Where a line in the listing below contains the word "Some", copy that line.

== Excerpted records

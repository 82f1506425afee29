import { defineExercise, type Setting, type Variant } from '@/lib/marking/definition';
import { radians } from '@/lib/geometry/angle';
import { cross, norm } from '@/lib/geometry/point';
import { pantographPoints } from '@/lib/kinematics/linkage/pantograph';
import { pantographHoles } from '@/lib/kinematics/linkage/pantograph-making';
import { fromMillimetres, toMillimetres } from '@/lib/quantities/units';
import { drawSize, givenLength, givenNumber, inUnits, plain, said } from '../sizes';
import { onAHole, scaleSaid, scaleValue, type Scale } from './scales';

type Drawn = {
  readonly first: number;
  readonly second: number;
  readonly copy: number;
  readonly drawing: number;
};

const scales: readonly Scale[] = [
  [3, 2],
  [5, 4],
  [4, 3],
  [5, 3],
  [5, 2],
];

/** Setting: put both pins into the holes that copy at a wanted scale. */
export const copyAtThreeToTwo = defineExercise<Drawn>({
  id: 'copy-at-three-to-two',
  version: 1,
  kind: 'setting',
  lesson: 'pantograph',
  title: 'Copy at three to two',
  skills: ['pantograph.holes', 'pantograph.scale'],
  draw(source, units) {
    const first = drawSize(source, units, { mm: [300, 600, 20], in: [12, 24, 1] });
    const second = drawSize(source, units, { mm: [240, 600, 20], in: [10, 24, 1] });
    const [copy, drawing] = source.pick(scales);
    const step = inUnits(units, 10, 1 / 2);
    const k = scaleValue([copy, drawing]);
    if (first === second || !onAHole(first / k, step) || !onAHole(second / k, step)) return null;
    return { first, second, copy, drawing };
  },
  prompt: ({ givens: g }) =>
    `Move the two pins so that the pantograph copies at ${scaleSaid(g.copy, g.drawing)}, copy to drawing, and true in shape. The first end is fixed, the stylus is in the middle; the short bars follow.`,
  givens: ({ givens: g, units }) => [
    givenLength('L₁', 'first bar, fixed pin to elbow', g.first, units),
    givenLength('L₂', 'second bar, elbow to pen', g.second, units),
    givenNumber('k', 'copy to drawing', scaleSaid(g.copy, g.drawing)),
  ],
  parts: [
    {
      kind: 'setting',
      key: 'pins',
      skills: ['pantograph.holes', 'pantograph.scale'],
      label: () => 'The two pins',
      controls: () => [
        { name: 'firstHole', kind: 'number', least: 0, most: 900 },
        { name: 'secondHole', kind: 'number', least: 0, most: 900 },
      ],
      criteria: [
        {
          key: 'first',
          label: () => 'The pin on the first bar',
          met: (setting, v) => inHole(setting.firstHole, wanted(v).firstHole),
          message: (setting, v) =>
            message(Number(setting.firstHole), v.givens.first, 'the fixed pin', v),
        },
        {
          key: 'second',
          label: () => 'The pin on the second bar',
          met: (setting, v) => inHole(setting.secondHole, wanted(v).secondHole),
          message: (setting, v) =>
            message(Number(setting.secondHole), v.givens.second, 'the elbow', v),
        },
      ],
      slips: [
        {
          id: 'segment-ratio',
          holds: (setting, v) =>
            nearHole(setting.firstHole, segments(v).firstHole, v) &&
            nearHole(setting.secondHole, segments(v).secondHole, v),
          example: (v) => segments(v),
          advice: ({ givens: g }) =>
            `At ${scaleSaid(g.copy, g.drawing)} the whole bar counts ${g.copy} and the near piece ${g.drawing}. You cut the bar into ${g.copy + g.drawing}.`,
        },
        {
          id: 'from-the-elbow',
          holds: (setting, v) => inHole(setting.firstHole, wanted(v).otherBar),
          example: (v) => ({ firstHole: wanted(v).otherBar, secondHole: wanted(v).secondHole }),
          advice: () =>
            'The right share, laid off from the wrong end: on the first bar the scale counts from the fixed pin.',
        },
        {
          id: 'from-the-pen',
          holds: (setting, v) =>
            inHole(setting.firstHole, wanted(v).firstHole) &&
            inHole(setting.secondHole, fromThePen(v)),
          example: (v) => ({ firstHole: wanted(v).firstHole, secondHole: fromThePen(v) }),
          advice: () => 'The first bar is right. On the second, count from the elbow.',
        },
        {
          id: 'out-of-line',
          holds: (setting, v) => offLine(setting, v) > 1e-6,
          example: (v) => ({
            firstHole: wanted(v).firstHole,
            secondHole: wanted(v).secondHole + stepOf(v),
          }),
          advice: (v, setting) =>
            `The copy leans: with the elbow at a right angle the pen is ${said(fromMillimetres(offLine(setting, v), v.units), v.units)} out of the line.`,
        },
      ],
      answer: (v) => ({ firstHole: wanted(v).firstHole, secondHole: wanted(v).secondHole }),
      echo: (setting, { units }) =>
        `first pin ${own(Number(setting.firstHole), units)} from the fixed pin, second pin ${own(Number(setting.secondHole), units)} from the elbow`,
    },
  ],
  figure(variant) {
    const { givens: g, units } = variant;
    return {
      bench: 'pantograph',
      first: toMillimetres(g.first, units),
      second: toMillimetres(g.second, units),
      // Nearer than any scale drawn here asks for.
      firstHole: 6 * stepOf(variant),
      secondHole: 8 * stepOf(variant),
      holeStep: stepOf(variant),
      setUp: 'middle-to-end',
      drawing: { name: 'herring', height: toMillimetres(inUnits(units, 40, 1.5), units) },
      elbow: [radians(30), radians(150)],
      drive: 0,
      hide: ['scale', 'copy'],
      controls: ['firstHole', 'secondHole'],
      units,
    };
  },
  hints: ({ givens: g, units }) => [
    'Make it true first: bring stylus and pen into one line with the fixed point. Then the size.',
    'b = L₁ ÷ k from the fixed pin, c = L₂ ÷ k from the elbow.',
    `At ${scaleSaid(g.copy, g.drawing)} the near piece is ${g.drawing} of ${g.copy} shares of each bar: ${said(g.first, units)} × ${g.drawing} ÷ ${g.copy}.`,
  ],
  solution(variant) {
    const { givens: g, units } = variant;
    const { firstHole, secondHole } = wanted(variant);
    return [
      `First bar, from the fixed pin: ${said(g.first, units)} × ${g.drawing} ÷ ${g.copy} = ${own(firstHole, units)}.`,
      `Second bar, from the elbow: ${said(g.second, units)} × ${g.drawing} ÷ ${g.copy} = ${own(secondHole, units)}.`,
      'Both bars are cut in the same share, so fixed point, stylus and pen lie in line and the shape is true.',
    ];
  },
});

/** The holes that are right, in millimetres. */
function wanted({ givens: g, units }: Variant<Drawn>) {
  const outcome = pantographHoles(
    toMillimetres(g.first, units),
    toMillimetres(g.second, units),
    scaleValue([g.copy, g.drawing]),
    'middle-to-end',
  );
  if (outcome.outcome !== 'holes') throw new RangeError(`copy-at-three-to-two: ${outcome.outcome}`);
  return outcome;
}

function stepOf({ units }: Variant<Drawn>): number {
  return toMillimetres(inUnits(units, 10, 1 / 2), units);
}

/** The holes nearest to a bar cut into copy and drawing. */
function segments(variant: Variant<Drawn>) {
  const { givens: g, units } = variant;
  const shares = scaleValue([g.copy, g.drawing]) + 1;
  const step = stepOf(variant);
  const hole = (bar: number) => Math.round(toMillimetres(bar, units) / shares / step) * step;
  return { firstHole: hole(g.first), secondHole: hole(g.second) };
}

function fromThePen(variant: Variant<Drawn>): number {
  return toMillimetres(variant.givens.second, variant.units) - wanted(variant).secondHole;
}

function inHole(value: number | string | undefined, hole: number): boolean {
  return Math.abs(Number(value) - hole) < 0.01;
}

function nearHole(value: number | string | undefined, hole: number, v: Variant<Drawn>): boolean {
  return Math.abs(Number(value) - hole) < stepOf(v) / 2;
}

/** The pen's distance from the line through fixed point and stylus, elbow at a right angle, mm. */
function offLine(setting: Setting, { givens: g, units }: Variant<Drawn>): number {
  const { M, P } = pantographPoints(
    {
      first: toMillimetres(g.first, units),
      second: toMillimetres(g.second, units),
      firstHole: Number(setting.firstHole),
      secondHole: Number(setting.secondHole),
    },
    radians(90),
    0,
  );
  return norm(M) === 0 ? 0 : Math.abs(cross(M, P)) / norm(M);
}

function message(hole: number, bar: number, from: string, { units }: Variant<Drawn>): string {
  if (hole === 0) return `It stands on ${from}: nothing can move.`;
  return `It stands ${own(hole, units)} from ${from}; this bar by itself would copy at ${plain(toMillimetres(bar, units) / hole)}.`;
}

function own(millimetres: number, units: Variant['units']): string {
  return said(fromMillimetres(millimetres, units), units);
}
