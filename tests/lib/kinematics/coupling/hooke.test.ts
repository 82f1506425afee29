import fc from 'fast-check';
import { describe, expect, it } from 'vitest';
import {
  type DoubleHooke,
  doubleHooke,
  doubleHookeExtremes,
} from '@/lib/kinematics/coupling/double-hooke';
import {
  hookeBendFor,
  hookeDriverAngle,
  hookeExtremes,
  hookeGreatestAcceleration,
  hookeJoint,
} from '@/lib/kinematics/coupling/hooke';
import { between, derivative, expectNear, runs } from '@/tests/support/numbers';

const degree = Math.PI / 180;
const bend = between(0, 1.3);
const start = fc.constantFrom('in-plane' as const, 'square' as const);

describe('a universal joint', () => {
  it('keeps the two pins of its cross square to one another', () => {
    fc.assert(
      fc.property(bend, between(-20, 20), (beta, theta) => {
        const { angle } = hookeJoint(beta, theta);
        // the shafts in the x-z plane; the driving pin starts in it, the driven one square to it
        const driving = [Math.cos(theta), Math.sin(theta), 0] as const;
        const across = [-Math.sin(angle), Math.cos(angle)] as const;
        const driven = [across[0] * Math.cos(beta), across[1], across[0] * Math.sin(beta)] as const;
        const square = driving[0] * driven[0] + driving[1] * driven[1] + driving[2] * driven[2];
        expect(Math.abs(square)).toBeLessThan(1e-12);
      }),
      runs,
    );
  });

  it('has the derivatives that it says, with either start', () => {
    fc.assert(
      fc.property(bend, between(-7, 7), start, (beta, theta, from) => {
        const at = (x: number) => hookeJoint(beta, x, from);
        expectNear(
          derivative((x) => at(x).angle, theta, 1e-4),
          at(theta).speedRatio,
          1e-7,
          5,
        );
        expectNear(
          derivative((x) => at(x).speedRatio, theta, 1e-4),
          at(theta).acceleration,
          1e-6,
          50,
        );
      }),
      runs,
    );
  });

  it('turns as often as its driver, and agrees with it at every quarter turn', () => {
    for (let quarter = -8; quarter <= 8; quarter += 1) {
      expectNear(hookeJoint(0.9, (quarter * Math.PI) / 2).angle, (quarter * Math.PI) / 2, 1e-14, 1);
    }
  });

  it('obeys tan φ = tan θ/cos β in plane, tan φ = tan θ·cos β square to it', () => {
    expect(Math.tan(hookeJoint(0.6, 0.7).angle)).toBeCloseTo(Math.tan(0.7) / Math.cos(0.6), 12);
    expect(Math.tan(hookeJoint(0.6, 0.7, 'square').angle)).toBeCloseTo(
      Math.tan(0.7) * Math.cos(0.6),
      12,
    );
  });

  it('is undone by its inverse', () => {
    fc.assert(
      fc.property(bend, between(-9, 9), start, (beta, theta, from) => {
        expectNear(
          hookeDriverAngle(beta, hookeJoint(beta, theta, from).angle, from),
          theta,
          1e-12,
          10,
        );
      }),
      runs,
    );
  });

  it('swings between its extremes: N 25, β 40° gives 32.64 and 19.15 rpm, 53.9 %', () => {
    const { fastest, slowest, fluctuation } = hookeExtremes(40 * degree);
    expect(25 * fastest).toBeCloseTo(32.64, 2);
    expect(25 * slowest).toBeCloseTo(19.15, 2);
    expect(fluctuation).toBeCloseTo(0.539, 3);
    expectNear(hookeJoint(0.7, 0).speedRatio, hookeExtremes(0.7).fastest, 1e-14);
    expectNear(hookeJoint(0.7, 0, 'square').speedRatio, hookeExtremes(0.7).slowest, 1e-14);
  });

  it('finds the bend for a fluctuation, down to the smallest', () => {
    fc.assert(
      fc.property(between(-12, 0.18), (power) => {
        const beta = 10 ** power;
        expectNear(hookeBendFor(hookeExtremes(beta).fluctuation), beta, 1e-12);
      }),
      runs,
    );
    expect(hookeBendFor(0)).toBe(0);
    expect(hookeBendFor(1e300)).toBeCloseTo(Math.PI / 2, 12);
  });

  it('has its greatest acceleration where it says', () => {
    fc.assert(
      fc.property(between(0.01, 1.3), (beta) => {
        const most = hookeGreatestAcceleration(beta);
        for (let i = 0; i <= 300; i += 1) {
          const { acceleration } = hookeJoint(beta, (i * Math.PI) / 300);
          expect(Math.abs(acceleration)).toBeLessThanOrEqual(most.acceleration * (1 + 1e-12));
        }
      }),
      { ...runs, numRuns: 60 },
    );
    expect(hookeGreatestAcceleration(0).acceleration).toBe(0);
  });

  it('refuses a bend at which it cannot turn', () => {
    expect(() => hookeJoint(Math.PI / 2, 0)).toThrow('hookeJoint: bend is');
    expect(() => hookeExtremes(-0.1)).toThrow('bend is -0.1');
    expect(() => hookeJoint(0.1, Infinity)).toThrow('angle is Infinity');
    expect(() => hookeBendFor(-1)).toThrow('fluctuation is -1');
  });
});

describe('two universal joints', () => {
  const half = 25 * degree;
  const uneven = (joints: DoubleHooke) => doubleHookeExtremes(joints).fluctuation;

  it('run even with equal bends and the middle forks in one plane', () => {
    fc.assert(
      fc.property(bend, between(-9, 9), (beta, theta) => {
        const state = doubleHooke({ firstBend: beta, secondBend: beta, phase: 0 }, theta);
        expectNear(state.angle, theta, 1e-12, 10);
        expectNear(state.speedRatio, 1, 1e-11);
        expectNear(state.acceleration, 0, 1e-9, 1);
      }),
      runs,
    );
  });

  it('are as uneven as the lesson’s check at 50° in all: crossed 40 %, half crossed 28 %, 30° and 15° 22 %', () => {
    expect(uneven({ firstBend: half, secondBend: half, phase: Math.PI / 2 })).toBeCloseTo(0.4, 2);
    expect(uneven({ firstBend: half, secondBend: half, phase: Math.PI / 4 })).toBeCloseTo(0.28, 2);
    expect(uneven({ firstBend: 30 * degree, secondBend: 15 * degree, phase: 0 })).toBeCloseTo(
      0.22,
      2,
    );
    expect(uneven({ firstBend: 50 * degree, secondBend: 0, phase: 0 })).toBeCloseTo(0.91, 2);
  });

  it('with crossed forks swing between cos² β and its inverse', () => {
    const { fastest, slowest } = doubleHookeExtremes({
      firstBend: 0.5,
      secondBend: 0.5,
      phase: Math.PI / 2,
    });
    expectNear(fastest, 1 / Math.cos(0.5) ** 2, 1e-12);
    expectNear(slowest, Math.cos(0.5) ** 2, 1e-12);
  });

  it('have the derivatives that they say, at any phase', () => {
    fc.assert(
      fc.property(
        between(0, 1),
        between(0, 1),
        between(0, 1.6),
        between(-5, 5),
        (firstBend, secondBend, phase, theta) => {
          const joints = { firstBend, secondBend, phase };
          const at = (x: number) => doubleHooke(joints, x);
          expectNear(
            derivative((x) => at(x).angle, theta, 1e-4),
            at(theta).speedRatio,
            1e-7,
            5,
          );
          expectNear(
            derivative((x) => at(x).speedRatio, theta, 1e-4),
            at(theta).acceleration,
            1e-6,
            50,
          );
          expect(at(0).angle).toBeCloseTo(0, 14);
        },
      ),
      runs,
    );
  });

  it('refuse nonsense', () => {
    expect(() => doubleHooke({ firstBend: 2, secondBend: 0, phase: 0 }, 0)).toThrow('bend is 2');
    expect(() => doubleHookeExtremes({ firstBend: 0, secondBend: 0, phase: Number.NaN })).toThrow(
      'phase is NaN',
    );
  });
});
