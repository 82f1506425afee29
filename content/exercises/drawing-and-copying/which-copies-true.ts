import { defineExercise, type Variant } from '@/lib/marking/definition';
import { letterOf } from '@/lib/marking/mark-choice';
import { radians } from '@/lib/geometry/angle';
import { pantographHoles } from '@/lib/kinematics/linkage/pantograph-making';
import { toMillimetres } from '@/lib/quantities/units';
import type { PantographSpec } from '@/lib/scene/bench-spec';
import { drawSize, givenLength, givenNumber, inUnits, plain, said } from '../sizes';
import { onAHole, scaleSaid, scaleValue, type Scale } from './scales';

type Drawn = {
  readonly bar: number;
  readonly copy: number;
  readonly drawing: number;
};

type Bench = 'same-share' | 'one-and-k' | 'second-hole-out' | 'roles-exchanged';
const benches: readonly Bench[] = ['same-share', 'one-and-k', 'second-hole-out', 'roles-exchanged'];

const scales: readonly Scale[] = [
  [3, 2],
  [5, 3],
  [5, 2],
  [3, 1],
  [4, 1],
];

/** Choice: which of four pantographs copies at this scale and true in shape? */
export const whichCopiesTrue = defineExercise<Drawn>({
  id: 'which-copies-true',
  version: 1,
  kind: 'choice',
  lesson: 'pantograph',
  title: 'Which one copies true?',
  skills: ['pantograph.scale', 'pantograph.holes', 'pantograph.reduction'],
  draw(source, units) {
    const bar = drawSize(source, units, { mm: [300, 600, 20], in: [12, 24, 1] });
    const [copy, drawing] = source.pick(scales);
    const drawn = { bar, copy, drawing };
    return onAHole(holeOf(drawn), inUnits(units, 10, 1 / 2)) ? drawn : null;
  },
  prompt: ({ givens: g }) =>
    `Four pantographs, all with the first end fixed. Which one copies the herring ${scaleSaid(g.copy, g.drawing)}, copy to drawing, and true in shape?`,
  givens: ({ givens: g, units }) => [
    givenNumber('k', 'copy to drawing', scaleSaid(g.copy, g.drawing)),
    givenLength('L', 'long bars', g.bar, units),
  ],
  parts: [
    {
      kind: 'choice',
      key: 'bench',
      skills: ['pantograph.scale', 'pantograph.holes', 'pantograph.reduction'],
      label: () => 'The one that copies true',
      options: benches.map((option) => ({
        option,
        label: (_variant, letter) => `Pantograph ${letter}`,
        figure: (variant) => bench(option, variant),
      })),
      answer: () => ['same-share'],
      slips: [
        {
          id: 'segment-ratio',
          options: () => ['one-and-k'],
          advice: ({ givens: g }) =>
            `Whole bar to near piece is the scale; here it is ${plain(scaleValue([g.copy, g.drawing]) + 1)}.`,
        },
        {
          id: 'out-of-line',
          options: () => ['second-hole-out'],
          advice: () =>
            'Stylus, pen and fixed point are not in line. Lead the stylus round: the shape comes out askew.',
        },
        {
          id: 'upside-down',
          options: () => ['roles-exchanged'],
          advice: () => 'That pantograph shrinks: its outer point holds the stylus.',
        },
      ],
    },
  ],
  hints: ({ givens: g, units }) => [
    'First the shape: do fixed point, stylus and pen lie in line? Then the size. Then, which of the two is the pen?',
    'They are in line when both holes cut off the same share; then k = L ÷ b. The pen is the outer one when the copy is larger.',
    `The near piece is ${said(g.bar, units)} × ${g.drawing} ÷ ${g.copy} on both bars.`,
  ],
  solution(variant) {
    const { givens: g, units } = variant;
    const place = (variant.options.bench ?? []).findIndex(({ option }) => option === 'same-share');
    return [
      `At ${scaleSaid(g.copy, g.drawing)} both holes cut off ${said(g.bar, units)} ÷ ${plain(scaleValue([g.copy, g.drawing]))} = ${said(holeOf(g), units)}, and the pen is the outer point.`,
      `That is pantograph ${letterOf(place)}.`,
    ];
  },
});

function holeOf({ bar, copy, drawing }: Drawn): number {
  const outcome = pantographHoles(bar, bar, scaleValue([copy, drawing]), 'middle-to-end');
  return outcome.outcome === 'holes' ? outcome.firstHole : NaN;
}

function bench(option: string, { givens: g, units }: Variant<Drawn>): PantographSpec {
  const inMillimetres = (value: number) => toMillimetres(value, units);
  const step = inMillimetres(inUnits(units, 10, 1 / 2));
  const share = option === 'one-and-k' ? g.bar / (scaleValue([g.copy, g.drawing]) + 1) : holeOf(g);
  const hole = inMillimetres(share);
  return {
    bench: 'pantograph',
    first: inMillimetres(g.bar),
    second: inMillimetres(g.bar),
    firstHole: hole,
    secondHole: option === 'second-hole-out' ? hole + 2 * step : hole,
    holeStep: step,
    setUp: option === 'roles-exchanged' ? 'end-to-middle' : 'middle-to-end',
    drawing: { name: 'herring', height: inMillimetres(inUnits(units, 40, 1.5)) },
    elbow: [radians(30), radians(150)],
    drive: 0,
    hide: ['scale', 'copy'],
    controls: [],
    units,
  };
}
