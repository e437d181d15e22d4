//! The tables `[[seam]]`, and `contact`, which says whether touching pieces need them.

use std::ops::Range;

use sectile_mesh::domain::seam::{SeamKind, SeamRequest};
use sectile_solver::material::Material;
use toml_span::Value;

use super::fault::Fault;
use super::fields::{Fields, Reader, span};
use super::material::named;
use super::names::{Names, tables};
use super::near::nearest;
use super::piece;
use super::quantity::Dimension;
use super::syntax::printable;
use crate::section::{Contact, Intermittent, SeamInput};

const KEYS: &[&str] = &[
    "name",
    "between",
    "near",
    "fillet",
    "groove",
    "at",
    "gap",
    "material",
    "allowable",
    "direct",
    "length",
    "pitch",
];

/// Where a seam is written, for faults that the geometry shows.
#[derive(Clone, Debug)]
pub(super) struct SeamText {
    /// Its name, or its heading where it has none.
    pub(super) head: Range<usize>,
    /// The value of `between`.
    pub(super) between: Range<usize>,
    /// The value of `fillet` or `groove`.
    pub(super) kind: Range<usize>,
}

/// A seam and where it is written.
pub(super) type Read = (SeamInput, SeamText);

/// What touching pieces are to each other: what `contact` says; by default fused, without any seam.
pub(super) fn contact(reader: &mut Reader, top: &Fields<'_>) -> Contact {
    let seams = top.key_span("seam");
    let stated = top.get("contact").and_then(|value| {
        let word = reader.text(value, "`contact`")?;
        if !matches!(word, "fused" | "seams") {
            reader.faults.push(Fault::at(
                span(value),
                "not known",
                format!("`contact` cannot be \"{}\"", printable(word)),
                "write \"fused\", and pieces that touch are one solid, or \"seams\", and only a \
                 [[seam]] joins them",
            ));
        }
        Some((word, span(value)))
    });
    match (stated, seams) {
        (Some(("fused", range)), Some(seam)) => {
            reader.faults.push(
                Fault::at(
                    range,
                    "fused here",
                    "touching pieces cannot be fused and joined by seams at once",
                    "remove the line, so that seams alone join the pieces, or remove every [[seam]]",
                )
                .and(seam, "a seam here"),
            );
            Contact::Seams
        }
        (Some(("seams", _)), _) | (_, Some(_)) => Contact::Seams,
        _ => Contact::Fused,
    }
}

====

Task result:
        Some((word, span(value)))
        (Some(("fused", range)), Some(seam)) => {
        (Some(("seams", _)), _) | (_, Some(_)) => Contact::Seams,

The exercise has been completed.